Trouble computing a sum of Dirichlet characters.

Question

Let $\chi(n)$ be a character mod $m$, and let $\rho$ be an $h$th root of unity. I am trying to compute the following sum \begin{equation} \sum_{\chi}(\rho^{-1}\chi(a) + \rho^{-2}\chi(a^2) + \cdots + \rho^{-h}\chi(a^h))\end{equation} and then use the result to prove that the $\phi(m)$ characters mod $m$ at $a$ take all $h$th roots of unity with equal frequency. I know that $\chi(a)$ is an $h$th root of unity, but am not sure how to use this in the computation.
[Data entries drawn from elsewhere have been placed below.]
describe('a draft', () => {
  it('is one a zone: whoever comes second is told who is at it, and where', async () => {
    const ref = await startTest();
    const error = await failure(startTest(manager));
    expect(error.kind).toBe('conflict');
    expect(error.message).toContain('Bram Ottersley started it');
    expect(error.detail.fields).toEqual([{ field: 'open', message: ref }]);
    await startTest(technician, SCHOOL, 'Gym');
    await startTest(technician, SCHOOL, 'Main building');
  });

  it('is written step by step, by two people, and tells each of the other', async () => {
    const ref = await startTest();
    await add(ref, { kind: 'planned', plan: planOf([refOf('A1')]) }, after(0));
    await add(ref, { kind: 'caution_accepted', name: 'Somebody' }, after(5), manager);
    const seen = await asActor(technician, (tx) => shutdownTestPage(tx, ref, new Date(), 'Bram Ottersley'));
    expect(seen.record.plan?.strings).toEqual([refOf('A1')]);
    expect(seen.record.caution?.name).toBe('Somebody');
    expect(seen.others).toHaveLength(1);
    expect(seen.others[0]!.name).not.toBe('Bram Ottersley');
  });

  it('takes the same act twice once', async () => {
    const ref = await startTest();
    const act = sent({ kind: 'planned', plan: planOf([refOf('A1')]) }, after(0));
    const send = () => asActor(technician, (tx) => addActs(tx, technician, ref, [act], new Date()));
    await send();
    await send();
    expect((await db.owner.query('select from shutdown_test_act')).rowCount).toBe(1);
  });

  it.each<[string, Act, string]>([
    ['a caution before the plan', { kind: 'caution_accepted', name: 'A B' }, 'Say first who is there'],
    ['a reading before the plan', reading(randomUUID(), 'before', 1, null), 'Say first who is there'],
  ])('refuses %s', async (_, act, words) => {
    const ref = await startTest();
    const error = await failure(add(ref, act, after(0)));
    expect(error.message).toContain(words);
    expect(error.detail.fields?.[0]?.field).toBe('acts.0');
  });

  it('refuses a time to come, a foreign string, and anything once it is ended', async () => {
    const ref = await startTest();
    const plan: Act = { kind: 'planned', plan: planOf([refOf('A1')]) };
    expect((await failure(add(ref, plan, new Date(Date.now() + 600_000)))).message).toContain('future');
    await add(ref, plan, after(0));
    await add(ref, { kind: 'caution_accepted', name: 'A B' }, after(1));
    await add(ref, { kind: 'watch_started', round: 0 }, after(2));
    expect((await failure(add(ref, reading(refOf('A2'), 'before', 480, null), after(3)))).message).toContain(
      'not part of the test',
    );
    await asActor(technician, (tx) => endShutdownTest(tx, technician, ref, 'Rain came', null));
    expect((await failure(add(ref, { kind: 'remark', text: 'late' }, after(9)))).message).toContain(
      'Rain came',
    );
    const { tests } = await asActor(analyst, (tx) =>
      shutdownTestList(tx, fleet.site(CLINIC).ref, new Date()),
    );
    expect(tests).toEqual([expect.objectContaining({ state: 'ended', reason: 'Rain came', result: null })]);
    await startTest();
  });

  it('is nobody’s outside the organisation', async () => {
    const ref = await startTest();
    for (const actor of [stranger, customer])
      expect(
        (await failure(page(ref, { ...actor, sites: actor.role === 'customer' ? [] : 'all' }))).kind,
      ).toBe('not_found');
    expect((await failure(add(ref, { kind: 'remark', text: 'x' }, after(0), stranger))).kind).toBe(
      'not_found',
    );
    expect((await failure(startTest(stranger))).kind).toBe('not_found');
  });
});

describe('a signature', () => {
  it('keeps name, time and a fingerprint that is found again', async () => {
    const ref = await startTest();
    await runTest(ref, all(8.4));
    const { fingerprint } = await sign(ref);
    const signed = await report(ref);
    expect(signed).toMatchObject({ matches: true, fingerprint, recomputed: fingerprint, supersededBy: null });
    expect(signed.signature).toMatchObject({ name: 'Bram Ottersley', role: 'technician' });
    expect(signed.record?.verdict.result).toBe('passed');
    expect(signed.record?.evidence[0]?.origin).toBe('tapped');
    const { rows } = await db.owner.query<{ action: string }>(
      `select action from audit_entry where subject = $1 order by id`,
      [`shutdown test ${ref}`],
    );
    expect(rows.map((r) => r.action)).toEqual(['shutdown_test.start', 'shutdown_test.sign']);
  });

  it('is refused with a wrong password, and nothing is signed; after ten tries one must wait', async () => {
    const ref = await startTest();
    await runTest(ref, all(8.4));
    const wrong = await failure(sign(ref, 'not-my-password'));
    expect(wrong.kind).toBe('invalid');
    expect(wrong.detail.fields?.[0]?.field).toBe('password');
    for (let i = 0; i < 9; i++) await failure(sign(ref, 'not-my-password'));
    const limited = await failure(sign(ref));
    expect(limited.kind).toBe('too_many');
    expect(limited.detail.retryAfterS).toBeGreaterThan(0);
    expect((await db.owner.query('select from shutdown_test')).rowCount).toBe(0);
    // another person is not locked out by it
    await sign(ref, PASSWORD, manager);
  });

  it('signs only what was shown', async () => {
    const ref = await startTest();
    await runTest(ref, all(8.4));
    const { fingerprint } = await page(ref);
    await add(ref, { kind: 'remark', text: 'somebody adds this meanwhile' }, after(300), manager);
    const error = await failure(
      asActor(technician, (tx) =>
        signShutdownTest(
          tx,
          technician,
          { name: 'x', address: null },
          ref,
          { password: PASSWORD, fingerprint },
          new Date(),
        ),
      ),
    );
    expect(error.kind).toBe('conflict');
    expect(error.message).toContain('Look at it again');
  });

  it.each<[string, (ref: string) => Promise<void>, string]>([
    ['before anything is planned', () => Promise.resolve(), 'who is there'],
    [
      'while a round is open',
      async (ref) => {
        await add(ref, { kind: 'planned', plan: planOf([refOf('A1')]) }, after(0));
        await add(ref, { kind: 'caution_accepted', name: 'A B' }, after(1));
        await add(ref, { kind: 'watch_started', round: 0 }, after(2));
      },
      'No round',
    ],
  ])('is refused %s', async (_, prepare, words) => {
    const ref = await startTest();
    await prepare(ref);
    expect((await failure(sign(ref))).message).toContain(words);
  });

  it('is asked for through the endpoint, by people on site only', async () => {
    const ref = await startTest();
    await runTest(ref, all(8.4));
    const { fingerprint } = await page(ref);
    const body = { password: PASSWORD, fingerprint };
    const call = (actor: Actor | null) =>
      ask(signRoute, { actor, params: { test: ref }, method: 'POST', body });
    expect((await call(null)).status).toBe(401);
    expect((await call(analyst)).status).toBe(403);
    expect((await call(customer)).status).toBe(403);
    expect((await call(stranger)).status).toBe(404);
    expect((await call(technician)).status).toBe(200);
    expect((await call(technician)).status).toBe(409);
  });
});
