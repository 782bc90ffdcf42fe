import { useQuery } from '@tanstack/react-query';
import { ApiError, api } from '../../lib/api';
import { queryClient } from '../../lib/query-client';
import type { SharedSite } from '../../schemas/api/share';
import { paths } from '../../schemas/paths';

/** How often a shared page reads itself again. */
const EVERY_MS = 60_000;

export interface Shared {
  site: SharedSite;
  /** The link was ended or has run out while the page stood open. */
  ended: boolean;
  /** The newest try failed; what is shown is older than it should be. */
  late: boolean;
}

const isEnded = (error: unknown): boolean => error instanceof ApiError && error.status === 404;

/** The page behind a link, kept fresh also on a screen that nobody touches. */
export function useShared(token: string, initial: SharedSite): Shared {
  const { data, error } = useQuery(
    {
      queryKey: ['shared', token],
      queryFn: ({ signal }) => api<SharedSite>(paths.api.shared(token), { signal }),
      initialData: initial,
      refetchInterval: (query) => (isEnded(query.state.error) ? false : EVERY_MS),
      refetchIntervalInBackground: true,
      refetchOnWindowFocus: true,
    },
    queryClient(),
  );
  return { site: data, ended: isEnded(error), late: error !== null };
}
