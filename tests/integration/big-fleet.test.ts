import knexFactory from 'knex';
import { afterAll, beforeAll, describe, expect, it } from 'vitest';
import { seedFleet } from '../../seeds/fleet/seed-fleet';
import { UNITS_A_SITE } from '../../seeds/fleet/plant';
import { fleetLines } from '../../src/features/fleet/list';
import { firstPage, LINES_AT_ONCE } from '../../src/features/fleet/first-page';
import { FLEET_DEFAULTS } from '../../src/features/fleet/view';
import { UNIT_STATES } from '../../src/domain/verdicts/codes';
import { sentCause } from '../../src/schemas/api/causes-on-the-way';
import { asActor, asIngest } from '../../src/server/db/transaction';
import { WAITING_MAX_BYTES } from '../../src/server/live/connection';
import { sitesNow } from '../../src/server/queries/sites-now';
import { causesNow } from '../../src/server/services/causes';
import { readFleet, readShutdown } from '../../src/server/services/fleet';
import { KeptSites, type FleetStanding } from '../../src/server/services/kept-sites';
import { readLowOutput } from '../../src/server/services/low-output';
import { testDatabase, type TestDatabase } from '../support/database';

/** The fleet that benches and torture work on, at its smallest; and that pages of a large one leave nothing out. */
const NOW_S = Math.floor(Date.now() / 60_000) * 60;
const NOW = new Date(NOW_S * 1000);
const SITES = 3;
let db: TestDatabase;
let actor: { organisationId: number; sites: 'all' };

beforeAll(async () => {
  db = await testDatabase();
  const knex = knexFactory({ client: 'pg', connection: db.url, pool: { min: 0, max: 2 } });
  try {
    const made = await seedFleet(knex, {
      sites: SITES,
      secret: 'secret',
      nowS: NOW_S,
      days: 20,
      quarterDays: 1,
      frameHours: 1,
    });
    expect(made.units).toBe((SITES + 2) * UNITS_A_SITE);
  } finally {
    await knex.destroy();
  }
  const { rows } = await db.owner.query<{ id: number }>('select min(id) as id from organisation');
  actor = { organisationId: rows[0]?.id ?? 0, sites: 'all' };
});
afterAll(() => db.drop());

describe('a seeded fleet', () => {
  it('has sites, units and states of one organisation, and every string judged', async () => {
    const fleet = await asActor(actor, (tx) => readFleet(tx, NOW));
    expect(fleet.sites).toHaveLength(SITES);
    for (const site of fleet.sites) {
      expect(site.counts.units).toBe(UNITS_A_SITE);
      expect(site.counts.passing + site.counts.shutdown + site.counts.silent).toBe(UNITS_A_SITE);
      expect(site.daylight).toBe(true);
      expect(site.performanceRatio30d).toBeGreaterThan(0.5);
    }
    const low = await asActor(actor, (tx) => readLowOutput(tx, NOW));
    expect(low).toMatchObject({ judged: 5 * SITES, cantTell: 0, unjudgedSites: [] });
  });

  it('shows on the page of shutdown the sites with a cause, as the fleet does', async () => {
    const { rows } = await db.owner.query<{ id: number }>('select min(id) as id from string');
    await db.owner.query(
      `update string_judgement set verdict[4] = 1, state[4] = 2, stuck = 1 where string_id = $1`,
      [rows[0]?.id],
    );
    const [fleet, shutdown] = await asActor(actor, async (tx) => [
      await readFleet(tx, NOW),
      await readShutdown(tx, NOW),
    ]);
    expect(shutdown.causes).toEqual(fleet.causes);
    const stuck = fleet.causes.find((c) => c.verdict === 'stuck' && c.units.some((u) => u.position === 4));
    expect(stuck?.units.find((u) => u.position === 4)?.serial).toMatch(/^FU-\d{8}$/);
    expect(new Set(shutdown.sites.map((s) => s.id))).toEqual(new Set(fleet.causes.map((c) => c.siteId)));
  });

  describe('kept between looks', () => {
    const standing = (kept: KeptSites, ids: readonly number[], at = NOW) =>
      asIngest((tx) => kept.read(tx, at, ids));
    const idsOf = async (): Promise<number[]> => {
      const { rows } = await db.owner.query<{ id: number }>(
        'select id from site where organisation_id = $1 order by name',
        [actor.organisationId],
      );
      return rows.map((r) => r.id);
    };
    /** Another verdict at the first unit of a site. */
    const stick = (siteId: number, stuck: boolean) =>
      db.owner.query(
        `update string_judgement set verdict[1] = $2, state[1] = $3, stuck = $2
         where string_id = (select min(id) from string where site_id = $1)`,
        [siteId, stuck ? 1 : 0, stuck ? 2 : 1],
      );
    const isStuck = ({ sites, causes }: FleetStanding, at: number) =>
      causes.some(
        (c) => c.siteId === sites[at]?.id && c.verdict === 'stuck' && c.units.some((u) => u.position === 1),
      );

    it('is what a fresh reading says, in the order asked for, without sites that are gone', async () => {
      const ids = await idsOf();
      const fresh = {
        sites: await asIngest((tx) => sitesNow(tx, NOW, ids)),
        causes: await asIngest((tx) => causesNow(tx, NOW, ids)),
      };
      const kept = new KeptSites(() => true);
      for (const _ of ['read', 'kept']) {
        expect(await standing(kept, ids)).toEqual(fresh);
      }
      const turned = await standing(kept, [ids[2] ?? 0, 999_999, ids[0] ?? 0]);
      expect(turned.sites.map((s) => s.id)).toEqual([fresh.sites[2]?.id, fresh.sites[0]?.id]);
    });

    it('holds until somebody tells of a change, or for a minute', async () => {
      const ids = await idsOf();
      const [first = 0, second = 0] = ids;
      const kept = new KeptSites(() => true);
      await standing(kept, ids);
      await stick(first, true);
      await stick(second, true);
      expect(isStuck(await standing(kept, ids), 0)).toBe(false);
      kept.changed([first]);
      const told = await standing(kept, ids);
      expect(isStuck(told, 0)).toBe(true);
      expect(told.sites[0]).toEqual((await asIngest((tx) => sitesNow(tx, NOW, [first])))[0]);
      expect(isStuck(told, 1)).toBe(false);
      expect(isStuck(await standing(kept, ids, new Date(NOW.getTime() + 60_000)), 1)).toBe(true);
      await stick(first, false);
      await stick(second, false);
      kept.missed();
      const after = await standing(kept, ids);
      expect([isStuck(after, 0), isStuck(after, 1)]).toEqual([false, false]);
    });

    it('holds nothing while nobody tells of changes', async () => {
      const ids = await idsOf();
      const [first = 0] = ids;
      let hears = true;
      const kept = new KeptSites(() => hears);
      await standing(kept, ids);
      hears = false;
      await stick(first, true);
      expect(isStuck(await standing(kept, ids), 0)).toBe(true);
      await stick(first, false);
      expect(isStuck(await standing(kept, ids), 0)).toBe(false);
      kept.heardBy(() => true);
      await standing(kept, ids);
      await stick(first, true);
      expect(isStuck(await standing(kept, ids), 0)).toBe(false);
      await stick(first, false);
    });

    it('does not keep what changed while it was read', async () => {
      const ids = await idsOf();
      const [first = 0] = ids;
      const kept = new KeptSites(() => true);
      // read in a transaction that does not see the change any more
      await asIngest(async (tx) => {
        await tx.raw('set transaction isolation level repeatable read');
        await tx.raw('select 1 from site');
        await stick(first, true);
        const reading = kept.read(tx, NOW, ids);
        kept.changed([first]);
        expect(isStuck(await reading, 0)).toBe(false);
      });
      expect(isStuck(await standing(kept, ids), 0)).toBe(true);
      await stick(first, false);
    });

    it('leaves no site out that changed while others were read', async () => {
      const ids = await idsOf();
      const [first = 0, second = 0] = ids;
      const kept = new KeptSites(() => true);
      await standing(kept, ids);
      for (const meanwhile of [() => kept.changed([second]), () => kept.missed()]) {
        kept.changed([first]);
        const { sites } = await asIngest((tx) => {
          const reading = kept.read(tx, NOW, ids);
          meanwhile();
          return reading;
        });
        expect(sites).toHaveLength(SITES);
      }
    });

    it('is read ahead of the next look', async () => {
      const ids = await idsOf();
      const [first = 0] = ids;
      const kept = new KeptSites(() => true);
      await standing(kept, ids);
      await stick(first, true);
      kept.changed([first]);
      await kept.readAhead(NOW);
      await stick(first, false);
      expect(isStuck(await standing(kept, ids), 0)).toBe(true);
      // what nobody asks for any more is not read
      kept.changed([first]);
      const later = new Date(NOW.getTime() + 11 * 60_000);
      await kept.readAhead(later);
      await stick(first, true);
      expect(isStuck(await standing(kept, ids, later), 0)).toBe(true);
      await stick(first, false);
    });
  });
});

describe('the first page of a large fleet', () => {
  it('has the lines that the view begins with, and tells of the whole', async () => {
    const fleet = await asActor(actor, (tx) => readFleet(tx, NOW));
    const [site] = fleet.sites;
    if (!site) throw new Error('the fleet is empty');
    const sites = Array.from({ length: 120 }, (_, i) => ({ ...site, id: `site-${i}`, name: `Roof ${i}` }));
    const { fleet: first, whole } = firstPage({ ...fleet, sites }, FLEET_DEFAULTS);
    expect(first.sites.map((s) => s.id)).toEqual(
      fleetLines(sites, fleet.causes, FLEET_DEFAULTS)
        .slice(0, LINES_AT_ONCE)
        .map((l) => l.site.id),
    );
    expect(whole).toMatchObject({ sites: 120, lines: 120 });
    expect(firstPage(fleet, FLEET_DEFAULTS)).toEqual({ fleet, whole: null });
  });
});

describe('an outage in which every logger is away', () => {
  it('leaves every unit silent with a cause, and a thousand such sites below what may wait for a browser', async () => {
    await db.owner.query(
      `update string_judgement set state = array_fill($1::int2, array[cardinality(state)]),
         verdict = array_fill(0::int2, array[cardinality(state)]),
         silent = cardinality(state), passing = 0, shutdown = 0, stuck = 0`,
      [UNIT_STATES.indexOf('silent')],
    );
    const { sites, causes } = await asActor(actor, (tx) => readFleet(tx, NOW));
    expect(causes.flatMap((c) => c.units)).toHaveLength(SITES * UNITS_A_SITE);
    expect(causes.every((c) => c.verdict === 'silent')).toBe(true);
    const bytes = JSON.stringify({ sites, causes: causes.map(sentCause) }).length;
    expect((bytes / SITES) * 1000).toBeLessThan(WAITING_MAX_BYTES);
  });
});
Any tips would be appreciated.

Answer 1

Because $\chi(a)$ is an $h$th root of unity, $\chi(a)^h = 1$, and because $\chi$ is a multiplicative function, $\chi(a)^h = \chi(a^h) = 1$. We also know that $$ \sum_\chi \chi(b) = \begin{cases} \phi(m) & \text{if $b \equiv 1 \pmod m$, or}\\ 0 & \text{otherwise.} \end{cases}$$ Without loss of generality, we can assume that the order of $a$ is $h$. Then the sum is \begin{align} & \sum_\chi \left(\rho^{-1}\chi(a) + \rho^{-2}\chi(a^2) + \cdots + \rho^{-h}\chi(a^h)\right)\\ & = \rho^{-1} \sum_\chi \chi(a) + \rho^{-2} \sum_\chi \chi(a^2) + \cdots + \rho^{-h} \sum_\chi \chi(a^h)\\ & = \rho^{-1} \cdot 0 + \rho^{-2} \cdot 0 + \cdots + \rho^{-(h-1)} \cdot 0 + 1 \sum_\chi 1\\ & = \sum_\chi 1\\ & = \phi(m). \end{align}

That answers your question. Here is a hint to help you prove that the $\phi(m)$ characters modulo $m$ at $a$ take all $h$th roots of unity with equal frequency: Find the value of $$1 + z + z^2 + \cdots + z^{h-1}$$ if $z$ is an $h$th root of unity, and then take $z = \rho^{-1} \chi(a)$.